Chuckee Cheese was better. But this girl was gobbling school pizza like she’d crossed a desert for four days without food.
“Period’s almost over. You gonna eat the fries?”
“Nah. Have at it,” Tahli pushed them over, gawking at the wonder. Tahli could put food away. But compared to this girl, Tahli had seen more decorum at the Nathan’s Hot Dog Eating Contest.
After gulping down the Snapple without breathing, the girl burped; giving Tahli her eyes again. “You had gym last period.”
“Huh?”
“I said you had gym last period,” she exposed. “I saw you when I was going to Health.
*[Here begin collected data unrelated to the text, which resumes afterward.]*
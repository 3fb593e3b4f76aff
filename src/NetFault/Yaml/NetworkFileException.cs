namespace NetFault;

/// <summary>A network file has errors. <see cref="Exception.Message"/> shows them as an engineer would want to read them.</summary>
public sealed class NetworkFileException : Exception
{
    internal NetworkFileException(string file, IReadOnlyList<Diagnostic> diagnostics)
        : base(DiagnosticText.Render($"The network file {file} cannot be used.", diagnostics))
    {
        Diagnostics = diagnostics;
    }

    /// <summary>Every problem in the order of the file, warnings included; the message shows the first 50, errors before warnings.</summary>
    public IReadOnlyList<Diagnostic> Diagnostics { get; }
}
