using System.Buffers;
using System.Text;

namespace NetFault;

/// <summary>
/// Reads and writes network files, format 1: YAML text that <c>docs/network-file.md</c> describes key by key. All of a file's problems are
/// reported together, each with its line and column.
/// </summary>
public static class NetworkFile
{
    /// <summary>The largest file that is read, in bytes: 64 MiB. A network of 10,000 buses takes about 2.</summary>
    public const int MaximumBytes = 64 * 1024 * 1024;

    /// <summary>The most problems that are listed of one file; a file with more of them is not read further.</summary>
    public const int MaximumProblems = 10_000;

    /// <summary>Reads a network file.</summary>
    /// <param name="path">The file's path.</param>
    /// <returns>The network; what is odd but possible is in <see cref="Network.Warnings"/>.</returns>
    /// <exception cref="NetworkFileException">The file has errors; the exception lists every problem.</exception>
    /// <exception cref="FileNotFoundException">There is no such file.</exception>
    /// <exception cref="IOException">The file cannot be read.</exception>
    public static Network Read(string path) => NetworkOf(Check(path), path);

    /// <summary>Reads a network file from a stream, which stays open.</summary>
    /// <param name="stream">The stream, read to its end.</param>
    /// <param name="fileName">The file's name in messages.</param>
    /// <exception cref="NetworkFileException">The file has errors; the exception lists every problem.</exception>
    public static Network Read(Stream stream, string fileName = "network.yaml") => NetworkOf(Check(stream, fileName), fileName);

    /// <summary>Reads the text of a network file.</summary>
    /// <param name="text">The text.</param>
    /// <param name="fileName">The file's name in messages.</param>
    /// <exception cref="NetworkFileException">The text has errors; the exception lists every problem.</exception>
    public static Network Parse(string text, string fileName = "network.yaml") => NetworkOf(CheckText(text, fileName), fileName);

    /// <summary>Reads a network file and gives its problems as a result; for editors and checks of many files.</summary>
    /// <param name="path">The file's path.</param>
    /// <exception cref="FileNotFoundException">There is no such file.</exception>
    /// <exception cref="IOException">The file cannot be read.</exception>
    public static NetworkFileResult Check(string path)
    {
        using var stream = File.OpenRead(Guard.NotNull(path));
        return Check(stream, path);
    }

    /// <summary>Reads a network file from a stream, which stays open, and gives its problems as a result.</summary>
    /// <param name="stream">The stream, read to its end.</param>
    /// <param name="fileName">The file's name in messages.</param>
    public static NetworkFileResult Check(Stream stream, string fileName = "network.yaml")
    {
        Guard.NotNull(fileName);
        var bytes = FileBytes.ReadAll(Guard.NotNull(stream), MaximumBytes);
        var isTooLarge = bytes.Count > MaximumBytes;
        (Problem Problem, int Offset)? problem = isTooLarge ? (FileProblems.TooLarge(MaximumBytes), 0) : null;
        var text = isTooLarge ? string.Empty : FileBytes.Decode(bytes, out problem);
        ArrayPool<byte>.Shared.Return(bytes.Array!);
        return problem is var (what, offset) ? Refuse(fileName, text, what, offset) : CheckDecoded(text, fileName);
    }

    /// <summary>Reads the text of a network file and gives its problems as a result.</summary>
    /// <param name="text">The text.</param>
    /// <param name="fileName">The file's name in messages.</param>
    public static NetworkFileResult CheckText(string text, string fileName = "network.yaml")
    {
        Guard.NotNull(text);
        Guard.NotNull(fileName);
        if (text.Length > MaximumBytes)
            return Refuse(fileName, string.Empty, FileProblems.TooLarge(MaximumBytes), 0);
        return CheckDecoded(text.Length > 0 && text[0] == '\uFEFF' ? text.Substring(1) : text, fileName);
    }

    /// <summary>
    /// Writes a network as a file that reads back as the same: elements, order, forms of data, notes and title. Comments of a file that the
    /// network was read from are not kept. An existing file is replaced.
    /// </summary>
    /// <param name="network">The network.</param>
    /// <param name="path">The file's path.</param>
    /// <exception cref="ArgumentException">A text holds half a surrogate pair, which no file can hold.</exception>
    /// <exception cref="IOException">The file cannot be written.</exception>
    public static void Write(Network network, string path)
    {
        var text = ToText(network);
        File.WriteAllText(Guard.NotNull(path), text, new UTF8Encoding(encoderShouldEmitUTF8Identifier: false));
    }

    /// <summary>The text of a network's file, with LF line ends; see <see cref="Write"/>.</summary>
    /// <param name="network">The network.</param>
    /// <exception cref="ArgumentException">A text holds half a surrogate pair, which no file can hold.</exception>
    public static string ToText(Network network) => NetworkFileWriter.Write(Guard.NotNull(network));

    private static NetworkFileResult CheckDecoded(string text, string fileName)
    {
        var problems = new ProblemList(new SourceText(fileName, text), MaximumProblems);
        var gathered = NetworkFileReader.Read(problems);
        using var fields = gathered.Elements.Fields;
        return FileCompletion.Complete(gathered, problems);
    }

    private static NetworkFileResult Refuse(string fileName, string text, Problem problem, int offset)
    {
        var place = new SourceText(fileName, text).Locate(offset, 1);
        return new NetworkFileResult(null, [problem.At(null, null, null) with { Location = place }]);
    }

    private static Network NetworkOf(NetworkFileResult result, string fileName) =>
        result.Network ?? throw new NetworkFileException(fileName, result.Diagnostics);
}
You’re a fucking liar, but I’m a still eat ya food.”
Tahli chewed her cheek before shrugging.
“I saw you, too.” She leaned in closer. “Stealing fries from Tyesha.”
For a moment, the girl’s arrogant-bordering confidence took a noticeable blow.
“So, you don’t got no friends or nothing? You just scour the lunchroom feeding the needy like a black ass Mother Teresa?”
Tahli snorted. “My best friend isn’t here today. And I know people, but I don’t rock wit’ too many folks like that.”
The girl nodded. “What’s your name?”
“Tahli.”
“I’m Paige.”
“Cool.” After a moment, Tahli squinted. “Why you looking at me like that?”
“Like what?”
“I don’t know.”
The girl shrugged. “You cute.”
Tahli fought off awkwardness. “I like boys.”
Paige grimaced. “Why?”
When Tahli couldn’t answer, they both let loose giggles that subsided with Tahli’s next inquiry.